Hotmic: Rolling Audio Buffer

LLM assistance was taken to refine this post.

I wrote hotmic, a small CLI tool that keeps a rolling microphone & system audio buffer and lets me save the last few minutes of audio on demand that works for in-person or virtual (Slack huddles, Google Meet etc.) discussions.

This is useful for moments where I realize slightly too late that something should have been recorded. These could be some good discussion in a meeting, a thought while talking to people, or some context that I want to turn into notes later.

I did not want a meeting recorder that constantly writes files. I wanted a scratch buffer. In its most basic form, it can work like below.

hotmic listen --buffer 30
hotmic save 5 --name "Weekly Review"

The first command keeps the last 30 minutes in memory. The second command saves the last 5 minutes into a timestamped directory.

There are more advanced support/capabilities (transcription, summary, diarization) that I’ll go through.

Ring buffer

The buffer starts with a small allocation and grows lazily until whatever is configured. After that it behaves like a normal ring buffer where new samples overwrite the oldest samples and no more allocations are needed.

RAM implication of buffer size and sample rate

Buffer	44100 Hz	16000 Hz
5 min	26 MB	9 MB
30 min	159 MB	58 MB
60 min	317 MB	115 MB

Command model

hotmic listen owns the microphone stream. Other commands talk to the running listener through a FIFO at /tmp/hotmic.pipe.

This makes it easy to wire into a hotkey daemon like skhd:

cmd + shift - s : hotmic save 5
cmd + shift - a : hotmic save
cmd + shift - m : hotmic mark
cmd + shift - p : hotmic pause
cmd + shift - r : hotmic resume

I have also setup some MacOS notification cards that pop up on top right when I make any of the hotkeys do some action just to know if they are triggered or not.

Marks

For more planned talks, it’s easier to mark “start” and “end” and only save between marks. Or just use these marks as audio bookmarks for later.

hotmic mark meeting-start
hotmic mark meeting-end
hotmic save --between-marks --name "Architecture Review"

Internally a mark stores the current total sample count and timestamp. When saving between marks, hotmic converts those sample-count snapshots back into a range inside the ring buffer.

This also gives a clean failure mode. If the marked audio has already been overwritten by the rolling buffer, hotmic can say that instead of silently saving the wrong range.

System audio

For virtual meetings, along with microphone there has to be the other party audio too so I also added optional system audio capture for macOS using audiotee.

This is where tools like Granola work well without being too invasive in meeting tools but still cleanly capture meeting notes.
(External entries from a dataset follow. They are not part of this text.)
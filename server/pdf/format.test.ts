import { describe, expect, it } from "vitest";
import {
  fToC,
  formatDimensionsMm,
  formatIsoDate,
  formatLengthMm,
  formatTempRangeF,
  formatWeightG,
  formatZonedTime,
  gToOz,
  mmToIn,
} from "./format";

describe("unit conversions", () => {
  it("converts Fahrenheit to Celsius", () => {
    // NIST SP 811 B.9: t/°C = (t/°F − 32)/1.8; water boils at 212 °F = 100 °C, freezes at 32 °F = 0 °C [published]
    expect(fToC(212)).toBeCloseTo(100, 10);
    expect(fToC(32)).toBeCloseTo(0, 10);
    // −40 is the same on both scales [published, NIST SP 811 formula]
    expect(fToC(-40)).toBeCloseTo(-40, 10);
  });

  it("converts millimetres to inches", () => {
    // 1 in = 25.4 mm exactly (1959 international yard and pound) [published]; 21 CFR 1240.62: 4 in = 101.6 mm [published]
    expect(mmToIn(101.6)).toBeCloseTo(4, 10);
    expect(mmToIn(25.4)).toBeCloseTo(1, 10);
  });

  it("converts grams to ounces", () => {
    // 1 oz (avoirdupois) = 28.349523125 g exactly, NIST Handbook 44 App. C [published]; 1 lb = 453.59237 g
    expect(gToOz(453.59237)).toBeCloseTo(16, 9);
  });
});

describe("printed values", () => {
  it("shows °F with °C beside, whole degrees", () => {
    // 85 °F = 29.44 °C, 65 °F = 18.33 °C by the NIST SP 811 formula [published]
    expect(formatTempRangeF(85, 85)).toBe("85–85 °F (29–29 °C)");
    expect(formatTempRangeF(65, 85)).toBe("65–85 °F (18–29 °C)");
  });

  it("shows mm with inches beside", () => {
    // 21 CFR 1240.62: 4 inches = 101.6 mm [published]
    expect(formatLengthMm(101.6)).toBe("102 mm (4.0 in)");
    // 400 mm = 15.748 in, 300 mm = 11.811 in, 250 mm = 9.843 in at 25.4 mm/in [published]
    expect(formatDimensionsMm(400, 300, 250)).toBe("400 × 300 × 250 mm (15.7 × 11.8 × 9.8 in)");
  });

  it("shows grams with ounces beside", () => {
    // 1 lb = 453.59237 g = 16 oz [published, NIST Handbook 44]
    expect(formatWeightG(453.59237)).toBe("454 g (16.0 oz)");
  });

  it("shows an instant in the zone given, with its abbreviation", () => {
    // US daylight time runs from the 2nd Sunday of March (15 U.S.C. 260a) [published]: CDT = UTC−5 on 2026-04-14
    expect(formatZonedTime("2026-04-14T21:30:00Z", "America/Chicago")).toBe("Tue, Apr 14, 2026, 16:30 CDT");
    // after the 1st Sunday of November standard time applies: EST = UTC−5 on 2026-11-10 [published, same statute]
    expect(formatZonedTime("2026-11-10T14:00:00Z", "America/New_York")).toBe("Tue, Nov 10, 2026, 09:00 EST");
  });

  it("shows a calendar date without moving it across a zone boundary", () => {
    // a permit's validity date is a calendar day, not an instant: it reads the same in every US zone [practice]
    expect(formatIsoDate("2026-01-01")).toBe("Jan 1, 2026");
    expect(formatIsoDate("2026-12-31")).toBe("Dec 31, 2026");
  });
});
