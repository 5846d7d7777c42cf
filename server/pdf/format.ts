import type {
  AnimalOrigin,
  DocumentKind,
  PackKind,
  Purpose,
  Sex,
  TransportMode,
  WallMaterial,
} from "@shared/constants";

const MM_PER_INCH = 25.4;
const G_PER_OUNCE = 28.349523125;

/** Degrees Fahrenheit to degrees Celsius. */
export function fToC(tempF: number): number {
  return ((tempF - 32) * 5) / 9;
}

/** Millimetres to inches. */
export function mmToIn(lengthMm: number): number {
  return lengthMm / MM_PER_INCH;
}

/** Grams to avoirdupois ounces. */
export function gToOz(weightG: number): number {
  return weightG / G_PER_OUNCE;
}

/** A range given in °F as { f: "65–85 °F", c: "18–29 °C" }, whole degrees. */
export function tempRangeParts(minF: number, maxF: number): { f: string; c: string } {
  return {
    f: `${Math.round(minF)}–${Math.round(maxF)} °F`,
    c: `${Math.round(fToC(minF))}–${Math.round(fToC(maxF))} °C`,
  };
}

/** "65–85 °F (18–29 °C)" for a range given in °F: Fahrenheit first, as US keepers read it. */
export function formatTempRangeF(minF: number, maxF: number): string {
  const { f, c } = tempRangeParts(minF, maxF);
  return `${f} (${c})`;
}

/** "250 mm (9.8 in)". */
export function formatLengthMm(lengthMm: number): string {
  return `${Math.round(lengthMm)} mm (${mmToIn(lengthMm).toFixed(1)} in)`;
}

/** "400 × 300 × 250 mm (15.7 × 11.8 × 9.8 in)", length × width × height. */
export function formatDimensionsMm(lengthMm: number, widthMm: number, heightMm: number): string {
  const mm = [lengthMm, widthMm, heightMm].map((v) => Math.round(v)).join(" × ");
  const inches = [lengthMm, widthMm, heightMm].map((v) => mmToIn(v).toFixed(1)).join(" × ");
  return `${mm} mm (${inches} in)`;
}

/** "350 g (12.3 oz)". */
export function formatWeightG(weightG: number): string {
  return `${Math.round(weightG)} g (${gToOz(weightG).toFixed(1)} oz)`;
}

/** An instant shown in an IANA zone: "Tue, Apr 14, 2026, 17:30 CDT". */
export function formatZonedTime(iso: string, tz: string): string {
  return new Intl.DateTimeFormat("en-US", {
    timeZone: tz,
    weekday: "short",
    year: "numeric",
    month: "short",
    day: "numeric",
    hour: "2-digit",
    minute: "2-digit",
    hourCycle: "h23",
    timeZoneName: "short",
  }).format(new Date(iso));
}

/** A calendar date (YYYY-MM-DD) as "Apr 14, 2026", without shifting it through a time zone. */
export function formatIsoDate(date: string): string {
  return new Intl.DateTimeFormat("en-US", {
    timeZone: "UTC",
    year: "numeric",
    month: "short",
    day: "numeric",
  }).format(new Date(`${date.slice(0, 10)}T00:00:00Z`));
}

export const MODE_LABELS: Record<TransportMode, string> = {
  overnight_air: "Overnight air carrier",
  ground_courier: "Ground courier",
  hand_delivery: "Hand delivery",
};

export const PURPOSE_LABELS: Record<Purpose, string> = {
  education_exhibition: "Education / exhibition",
  breeding: "Breeding",
  private_keeping: "Private keeping",
  rescue_rehoming: "Rescue / rehoming",
  scientific: "Scientific",
  commercial_sale: "Commercial sale",
};

export const SEX_LABELS: Record<Sex, string> = {
  male: "Male",
  female: "Female",
  unknown: "Unknown",
};

export const ORIGIN_LABELS: Record<AnimalOrigin, string> = {
  captive_bred: "Captive-bred",
  captive_hatched: "Captive-hatched",
  wild_caught: "Wild-caught",
  long_term_captive: "Long-term captive",
  rescued: "Rescued",
};

export const DOCUMENT_KIND_LABELS: Record<DocumentKind, string> = {
  state_import_permit: "State import permit",
  possession_permit: "Possession permit",
  export_permit: "Export permit",
  federal_permit: "Federal permit",
  captive_bred_registration: "Captive-bred wildlife registration",
  cvi: "Certificate of Veterinary Inspection (CVI)",
};

export const PACK_LABELS: Record<PackKind, string> = {
  none: "No heat or cold pack",
  heat_40h: "Heat pack (40 h)",
  heat_72h: "Heat pack (72 h)",
  cold: "Cold pack",
};

export const WALL_LABELS: Record<WallMaterial, string> = {
  eps: "EPS foam",
  corrugated: "Corrugated board",
};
hotmic listen --buffer 60 --system-audio

With system audio enabled, each save writes a few files:

audio.wav         mixed mono mic + system audio
mic.wav           microphone only
system.wav        system audio only
audio_stereo.wav  mic on left, system audio on right
metadata.json

The split files are useful because different downstream tools behave better with different inputs. For quick listening, the mixed file is enough. For debugging capture quality or trying diarization/transcription, having the separate tracks is probably much better.

This part is macOS specific right now because it depends on Core Audio taps.

Transcription and notes

To transcribe, I am doing it using mlx-whisper.

hotmic listen --buffer 30 --transcribe
hotmic listen --buffer 30 --diarize --summarize

Transcription writes .txt and .srt files next to the saved audio. Diarization adds speaker labels. Summarization currently does a claude -p subprocess call and writes a .summary.md file with summary. I went lazy on it to embed a claude -p in the code with little flexibility. I’ll probably put a more flexible sdk to call any model but for now it is what it is.

The transcription and summarization work runs after save in background threads, so the listener can keep recording while the previous save is being processed. On exit, hotmic waits for those workers to finish.

Diarization is slow and not so accurate right now. I might just remove it.

There’s one more reason to build this. I (and a lot of people in my current org) use Granola, but I also wanted to own the audio of the meeting along with the usual transcripts and summary that it provides. Basically storing the meeting in the rawest data form possible which was keeping the audio too. This gives me capability to transcribe through possibly an even better STT system or a better LLM for summarization etc. which Granola doesn’t provide.